With the line containing "else failedTests++;" as the first and the final line of the entries as the last, repeat exactly the lines in that span, including both.

(DATA FOR ANALYSIS)

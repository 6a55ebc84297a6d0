import { writeSync } from "node:fs";
import type { Reporter, SerializedError, TestModule, TestRunEndReason } from "vitest/node";

/**
 * Closes a run with `N passed, N failed` alone on the last line.
 *
 * Files that cannot be loaded, failing hooks and errors nobody caught count as failed, so that a green line is never printed over them. It
 * is written when the process ends, after everything else has been.
 */
export default class ClosingLineReporter implements Reporter {
  onTestRunEnd(modules: readonly TestModule[], errors: readonly SerializedError[], reason: TestRunEndReason): void {
    let [passed, failed, skipped] = [0, errors.length, 0];
    for (const module of modules) {
      let failedTests = 0;
      for (const test of module.children.allTests()) {
        const { state } = test.result();
        if (state === "passed") passed++;
        else if (state === "skipped") skipped++;
        else failedTests++;
      }
      // A file or a suite may fail without any of its tests failing: it did not load, or a hook broke.
      const suiteErrors = [...module.children.allSuites()].reduce((sum, suite) => sum + suite.errors().length, module.errors().length);
      failed += failedTests + suiteErrors;
      if (module.state() === "failed" && failedTests + suiteErrors === 0) failed++;
    }
    if (reason !== "passed" && failed === 0) failed = 1;
    if (passed + failed === 0) failed = 1;
    const line = `${passed} passed, ${failed} failed${skipped > 0 ? `, ${skipped} skipped` : ""}\n`;
    process.once("exit", () => writeSync(1, line));
  }
}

(End DATA FOR ANALYSIS)

SOLUTION BELOW »
        else failedTests++;
      }
      // A file or a suite may fail without any of its tests failing: it did not load, or a hook broke.
      const suiteErrors = [...module.children.allSuites()].reduce((sum, suite) => sum + suite.errors().length, module.errors().length);
      failed += failedTests + suiteErrors;
      if (module.state() === "failed" && failedTests + suiteErrors === 0) failed++;
    }
    if (reason !== "passed" && failed === 0) failed = 1;
    if (passed + failed === 0) failed = 1;
    const line = `${passed} passed, ${failed} failed${skipped > 0 ? `, ${skipped} skipped` : ""}\n`;
    process.once("exit", () => writeSync(1, line));
  }
}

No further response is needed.